What is the Isomorphism between Groups and its Implications?

[Boorglar]

Homework Statement

Prove or disprove the following assertion. Let $G$, $H$, and $K$ be groups. If $G × K \cong H × K$, then $G \cong H$.

Homework Equations

$G × H = \left\{ (g,h): g \in G, h \in H \right\}$

The Attempt at a Solution

I don't even know whether the statement is true or false... I tried looking in both directions but to no avail.

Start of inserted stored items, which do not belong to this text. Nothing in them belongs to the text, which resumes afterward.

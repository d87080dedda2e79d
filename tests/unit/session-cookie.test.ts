// sessionUserId (lib/auth): the guard's reading of next-auth's session cookie. It must accept
// exactly the cookies next-auth itself issues, refuse tampered, foreign and expired ones, and
// decode a given cookie only once.
import { encode } from "next-auth/jwt";
import { beforeEach, describe, expect, it, vi } from "vitest";

const jar = new Map<string, string>();
vi.mock("next/headers", () => ({
  cookies: async () => ({
    get: (name: string) => (jar.has(name) ? { name, value: jar.get(name)! } : undefined),
    has: (name: string) => jar.has(name),
  }),
}));
const decodeSpy = vi.hoisted(() => ({ calls: 0 }));
vi.mock("next-auth/jwt", async (importOriginal) => {
  const real = await importOriginal<typeof import("next-auth/jwt")>();
  return { ...real, decode: (...args: Parameters<typeof real.decode>) => { decodeSpy.calls++; return real.decode(...args); } };
});

const SECRET = "unit-test-secret-0123456789abcdef0123";
process.env.AUTH_SECRET = SECRET;
const { sessionUserId, SESSION_COOKIE } = await import("@/lib/auth");

const issue = (claims: Record<string, unknown>, opts: { secret?: string; maxAge?: number } = {}) =>
  encode({ token: claims, secret: opts.secret ?? SECRET, salt: SESSION_COOKIE, maxAge: opts.maxAge ?? 3600 });

describe("sessionUserId", () => {
  beforeEach(() => {
    jar.clear();
    decodeSpy.calls = 0;
  });

  it("is null without a cookie", async () => {
    expect(await sessionUserId()).toBeNull();
  });

  it("reads the user id from a cookie next-auth would issue, and decodes it only once", async () => {
    jar.set(SESSION_COOKIE, await issue({ uid: "user-1", role: "owner", companyId: "c1" }));
    expect(await sessionUserId()).toBe("user-1");
    expect(await sessionUserId()).toBe("user-1");
    expect(decodeSpy.calls).toBe(1);
  });

  it("refuses a cookie encrypted with another secret", async () => {
    jar.set(SESSION_COOKIE, await issue({ uid: "user-2" }, { secret: "another-secret-0123456789abcdef0123" }));
    expect(await sessionUserId()).toBeNull();
  });

  it("refuses a tampered cookie", async () => {
    const token = await issue({ uid: "user-3" });
    const i = Math.floor(token.length / 2);
    jar.set(SESSION_COOKIE, token.slice(0, i) + (token[i] === "A" ? "B" : "A") + token.slice(i + 1));
    expect(await sessionUserId()).toBeNull();
  });

  it("refuses an expired cookie, also once it is cached", async () => {
    jar.set(SESSION_COOKIE, await issue({ uid: "user-4" }, { maxAge: -10 }));
    expect(await sessionUserId()).toBeNull();
    vi.useFakeTimers({ now: Date.now() });
    try {
      jar.set(SESSION_COOKIE, await issue({ uid: "user-5" }, { maxAge: 60 }));
      expect(await sessionUserId()).toBe("user-5");
      vi.setSystemTime(Date.now() + 61_000);
      expect(await sessionUserId()).toBeNull();
    } finally {
      vi.useRealTimers();
    }
  });

  it("refuses a cookie without a user id", async () => {
    jar.set(SESSION_COOKIE, await issue({ role: "owner" }));
    expect(await sessionUserId()).toBeNull();
  });
});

For a counterexample, I figured that at least one of the sets would have to be infinite, otherwise G and H would have the same number of elements and it would be harder for them not to be isomorphic. I considered the sets:

$\left\{0\right\} × Z$ and $Z_{2} × Z$ with the isomorphism being:
$\phi( 0, 2n ) = ( 0, n )$ and $\phi( 0, 2n + 1 ) = ( 1, n )$. Then it is well-defined, one-to-one and onto. But it does not preserve the operation because $\phi( 0, 1 ) + \phi( 0, 1 ) = ( 1, 0 ) + ( 1, 0 ) = ( 0, 0 )$ while $\phi( (0,1) + (0,1) ) = \phi(0,2) = (0,1)$.

I still think someone could tweak the definition a bit to make it an isomorphism, but of course I am not sure.

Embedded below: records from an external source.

// Edits on the surfaces of an assessment, shared by the desktop table and the phone cards.
// Pure functions of the document: the "proposed" layer stack of a surface is which upgrade
// (dense-pack walls, attic insulation) covers it, so setting it edits that upgrade's surface list.
import { builtInAssemblies } from "@/calc";
import type { AssessmentDoc, AssessmentSurface, AssessmentUpgrade } from "@/lib/assessment/doc";

export type SurfaceKind = AssessmentSurface["kind"];

export function newSurface(kind: SurfaceKind = "wall"): AssessmentSurface {
  const stack = builtInAssemblies.find((a) => a.kind === kind)!;
  return { id: crypto.randomUUID(), name: kind === "wall" ? "New wall" : kind === "ceiling" ? "New ceiling" : "New floor", kind, orientation: kind === "wall" ? "N" : "horizontal", grossAreaFt2: 100, assemblyKey: stack.key, openings: [] };
}

/** The layer stacks a surface can use: the job's own, then the built-ins it has not replaced. */
export function stacksOf(doc: Pick<AssessmentDoc, "assemblies">) {
  return [...doc.assemblies, ...builtInAssemblies.filter((b) => !doc.assemblies.some((a) => a.key === b.key))];
}

type Envelope = Extract<AssessmentUpgrade, { type: "dense-pack-walls" | "attic-insulation" }>;
const envelopeKind = { "dense-pack-walls": "wall", "attic-insulation": "ceiling" } as const;
const allOfKind = { "dense-pack-walls": "all-walls", "attic-insulation": "all-ceilings" } as const;

const isEnvelope = (u: AssessmentUpgrade): u is Envelope => u.type === "dense-pack-walls" || u.type === "attic-insulation";

/** The surface ids an envelope upgrade covers, with "all-walls"/"all-ceilings" spelled out. */
function covered(doc: AssessmentDoc, u: Envelope): string[] {
  const kind = envelopeKind[u.type];
  const ids = u.surfaceIds;
  if (ids === undefined || typeof ids === "string") return doc.surfaces.filter((s) => s.kind === kind).map((s) => s.id);
  return ids;
}

export const upgradeLabel = (u: AssessmentUpgrade) => u.name?.trim() || { "dense-pack-walls": "Dense-pack walls", "attic-insulation": "Attic insulation", "air-sealing": "Air sealing", windows: "Windows" }[u.type];

/** Upgrades that can be a surface's proposed layer stack (by kind). */
export function proposalOptions(doc: AssessmentDoc, kind: SurfaceKind): { value: string; label: string }[] {
  return doc.upgrades.filter(isEnvelope).filter((u) => envelopeKind[u.type] === kind).map((u) => ({ value: u.id, label: upgradeLabel(u) }));
}

/** The id of the first envelope upgrade covering this surface, or "" for none. */
export function proposedUpgradeId(doc: AssessmentDoc, s: AssessmentSurface): string {
  const hit = doc.upgrades.filter(isEnvelope).find((u) => envelopeKind[u.type] === s.kind && covered(doc, u).includes(s.id));
  return hit?.id ?? "";
}

/** A windows upgrade that replaces this surface's windows, if any (shown beside the proposed stack). */
export function windowsUpgradeFor(doc: AssessmentDoc, s: AssessmentSurface) {
  if (!s.openings.some((o) => o.kind === "window")) return undefined;
  return doc.upgrades.find((u) => u.type === "windows" && (u.surfaceIds === undefined || u.surfaceIds === "all" || (Array.isArray(u.surfaceIds) && u.surfaceIds.includes(s.id))));
}

/**
 * Make `upgradeId` (or no upgrade, for null) the proposal for the given surfaces: each is added to
 * that upgrade's list and taken out of the other upgrades of its kind; surfaces of another kind are
 * left alone. With null, every given surface leaves every upgrade list. A list that covers every surface of its kind is written as "all-walls"/"all-ceilings".
 */
export function setProposed(doc: AssessmentDoc, surfaceIds: string[], upgradeId: string | null): AssessmentDoc {
  const chosen = new Set(surfaceIds);
  const target = upgradeId === null ? null : doc.upgrades.find((u) => u.id === upgradeId);
  if (target !== null && (!target || !isEnvelope(target))) return doc;
  // Choosing an upgrade touches only the surfaces of its kind; "no change" touches every kind.
  const onlyKind = target ? envelopeKind[target.type] : null;
  const upgrades = doc.upgrades.map((u) => {
    if (!isEnvelope(u)) return u;
    const kind = envelopeKind[u.type];
    if (onlyKind && kind !== onlyKind) return u;
    const targets = doc.surfaces.filter((s) => s.kind === kind && chosen.has(s.id)).map((s) => s.id);
    if (targets.length === 0) return u;
    const current = covered(doc, u);
    const next = u.id === upgradeId ? [...current, ...targets.filter((id) => !current.includes(id))] : current.filter((id) => !targets.includes(id));
    const all = doc.surfaces.filter((s) => s.kind === kind).map((s) => s.id);
    const list = next.length > 0 && all.every((id) => next.includes(id)) ? allOfKind[u.type] : next;
    return { ...u, surfaceIds: list } as AssessmentUpgrade;
  });
  return { ...doc, upgrades };
}

/** Envelope and windows upgrades whose own list names no surface any more (they need one to mean anything). */
export function upgradesCoveringNothing(doc: AssessmentDoc): AssessmentUpgrade[] {
  return doc.upgrades.filter((u) => u.type !== "air-sealing" && Array.isArray(u.surfaceIds) && u.surfaceIds.length === 0);
}

export type Deleted = { surface: AssessmentSurface; index: number; upgradeIds: string[] };

/** Remove a surface, and its id from every upgrade that named it, keeping what undo needs. */
export function removeSurfaceAt(doc: AssessmentDoc, index: number): { doc: AssessmentDoc; deleted: Deleted } {
  const surface = doc.surfaces[index]!;
  const upgradeIds: string[] = [];
  const upgrades = doc.upgrades.map((u) => {
    if (u.type === "air-sealing" || !Array.isArray(u.surfaceIds) || !u.surfaceIds.includes(surface.id)) return u;
    upgradeIds.push(u.id);
    return { ...u, surfaceIds: u.surfaceIds.filter((id) => id !== surface.id) } as AssessmentUpgrade;
  });
  return { doc: { ...doc, surfaces: doc.surfaces.filter((_, j) => j !== index), upgrades }, deleted: { surface, index, upgradeIds } };
}

/** Undo a delete: the surface goes back where it was, and into the upgrades that named it. */
export function restoreSurface(doc: AssessmentDoc, d: Deleted): AssessmentDoc {
  const at = Math.min(d.index, doc.surfaces.length);
  const upgrades = doc.upgrades.map((u) => {
    if (!d.upgradeIds.includes(u.id) || u.type === "air-sealing" || !Array.isArray(u.surfaceIds) || u.surfaceIds.includes(d.surface.id)) return u;
    return { ...u, surfaceIds: [...u.surfaceIds, d.surface.id] } as AssessmentUpgrade;
  });
  return { ...doc, surfaces: [...doc.surfaces.slice(0, at), d.surface, ...doc.surfaces.slice(at)], upgrades };
}

/** A copy right below the original, with new ids for it and its openings; it joins no upgrade list. */
export function duplicateSurfaceAt(doc: AssessmentDoc, index: number): { doc: AssessmentDoc; id: string } {
  const src = doc.surfaces[index]!;
  const copy: AssessmentSurface = { ...structuredClone(src), id: crypto.randomUUID(), name: `${src.name} (copy)`, openings: src.openings.map((o) => ({ ...o, id: crypto.randomUUID() })) };
  return { doc: { ...doc, surfaces: [...doc.surfaces.slice(0, index + 1), copy, ...doc.surfaces.slice(index + 1)] }, id: copy.id };
}

/**
 * Change a surface's kind; its layer stack follows when the old one was for another kind, and a
 * ceiling or floor faces "horizontal". It leaves upgrade lists of the old kind.
 */
export function setKindAt(doc: AssessmentDoc, index: number, kind: SurfaceKind): AssessmentDoc {
  const s = doc.surfaces[index]!;
  if (s.kind === kind) return doc;
  const stacks = stacksOf(doc);
  const fits = stacks.find((a) => a.key === s.assemblyKey)?.kind === kind;
  const next: AssessmentSurface = {
    ...s,
    kind,
    assemblyKey: fits ? s.assemblyKey : (stacks.find((a) => a.kind === kind)?.key ?? s.assemblyKey),
    orientation: kind === "wall" ? (s.orientation === "horizontal" ? "N" : s.orientation) : "horizontal",
  };
  const cleared = setProposed(doc, [s.id], null);
  return { ...cleared, surfaces: cleared.surfaces.map((x, j) => (j === index ? next : x)) };
}

/** Put a layer stack on the selected surfaces of its kind; the others are counted as skipped. */
export function bulkSetAssembly(doc: AssessmentDoc, ids: string[], key: string): { doc: AssessmentDoc; applied: number; skipped: number } {
  const stack = stacksOf(doc).find((a) => a.key === key);
  if (!stack) return { doc, applied: 0, skipped: ids.length };
  const chosen = new Set(ids);
  let applied = 0;
  let skipped = 0;
  const surfaces = doc.surfaces.map((s) => {
    if (!chosen.has(s.id)) return s;
    if (s.kind !== stack.kind) {
      skipped++;
      return s;
    }
    applied++;
    return { ...s, assemblyKey: key };
  });
  return { doc: { ...doc, surfaces }, applied, skipped };
}

export type SurfaceFigures = { uBefore: number; uAfter: number; uaBefore: number; uaAfter: number };
type EnvelopeLike = { surfaces: { id: string; uFactorIP: number; totalUA: number }[] };

/** U and UA per surface id, before and after the upgrades, from the live analysis. */
export function figuresById(baseline: EnvelopeLike, final: EnvelopeLike): Map<string, SurfaceFigures> {
  const after = new Map(final.surfaces.map((s) => [s.id, s]));
  const m = new Map<string, SurfaceFigures>();
  for (const b of baseline.surfaces) {
    const a = after.get(b.id) ?? b;
    m.set(b.id, { uBefore: b.uFactorIP, uAfter: a.uFactorIP, uaBefore: b.totalUA, uaAfter: a.totalUA });
  }
  return m;
}

export function openingsOf(s: AssessmentSurface): { count: number; areaFt2: number } {
  let count = 0;
  let areaFt2 = 0;
  for (const o of s.openings) {
    const n = o.count ?? 1;
    count += Number.isFinite(n) ? n : 0;
    areaFt2 += Number.isFinite(o.areaFt2 * n) ? o.areaFt2 * n : 0;
  }
  return { count, areaFt2 };
}

/** Totals for the footer: gross and opening area from the document, UA from the analysis when there is one. */
export function surfaceTotals(doc: AssessmentDoc, figures: Map<string, SurfaceFigures> | null) {
  let gross = 0;
  let openings = 0;
  let uaBefore = 0;
  let uaAfter = 0;
  for (const s of doc.surfaces) {
    if (Number.isFinite(s.grossAreaFt2)) gross += s.grossAreaFt2;
    openings += openingsOf(s).areaFt2;
    const f = figures?.get(s.id);
    if (f) {
      uaBefore += f.uaBefore;
      uaAfter += f.uaAfter;
    }
  }
  return { count: doc.surfaces.length, gross, openings, net: gross - openings, ua: figures ? { before: uaBefore, after: uaAfter } : null };
}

As for proving the theorem is true, I don't even know how to start. I considered the following mapping $\phi : G → H$ defined as $\phi( g ) = h$ where $(g,e_{K}) → (h, k')$ under the isomorphism between $G × K$ and $H × K$.

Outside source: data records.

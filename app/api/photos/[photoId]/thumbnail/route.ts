import { notFound } from "@/lib/api/errors";
import { withAuth } from "@/lib/authz/guard";
import { findReadablePhoto } from "@/lib/data/photos";
import { imageResponse } from "@/lib/photos/respond";
import { getStorage } from "@/lib/storage";

type Params = { photoId: string };

/** The WebP thumbnail (at most 480 px on its longer side). */
export const GET = withAuth<Params>(
  async (req, { user, params }) => {
    const photo = await findReadablePhoto(user, params.photoId);
    if (!photo?.thumbnailKey) throw notFound("Photo");
    const object = await getStorage().get(photo.thumbnailKey);
    if (!object) throw notFound("Photo file");
    return imageResponse(req, object, { contentType: "image/webp", etag: `${photo.id}-thumb`, filename: `photo-${photo.id}-thumb.webp` });
  },
  { permission: "photos:read" },
);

Then I proved $\phi$ is well-defined and preserves the operation. But I cannot prove that it is one-to-one, nor onto. The problem is that I have no reason to believe that if $g_{1} ≠ g_{2}$ then $(g_{1},e_{K}) → (h_{1}, k_{1})$ and $(g_{2}, e_{K} ) → (h_{2}, k_{2})$ where $h_{1}≠h_{2}$.

On the other hand, no other natural candidate for an isomorphism comes to mind, so I am completely stuck here. If someone could, not give me the whole answer, but just point to the right direction? Because I may be looking somewhere completely unrelated :(

 

[micromass]

The group $\mathbb{Z}_2\times \mathbb{Z}$ has an element of order $2$, the group $\{0\}\times \mathbb{Z}$ doesn't. So the groups are not isomorphic.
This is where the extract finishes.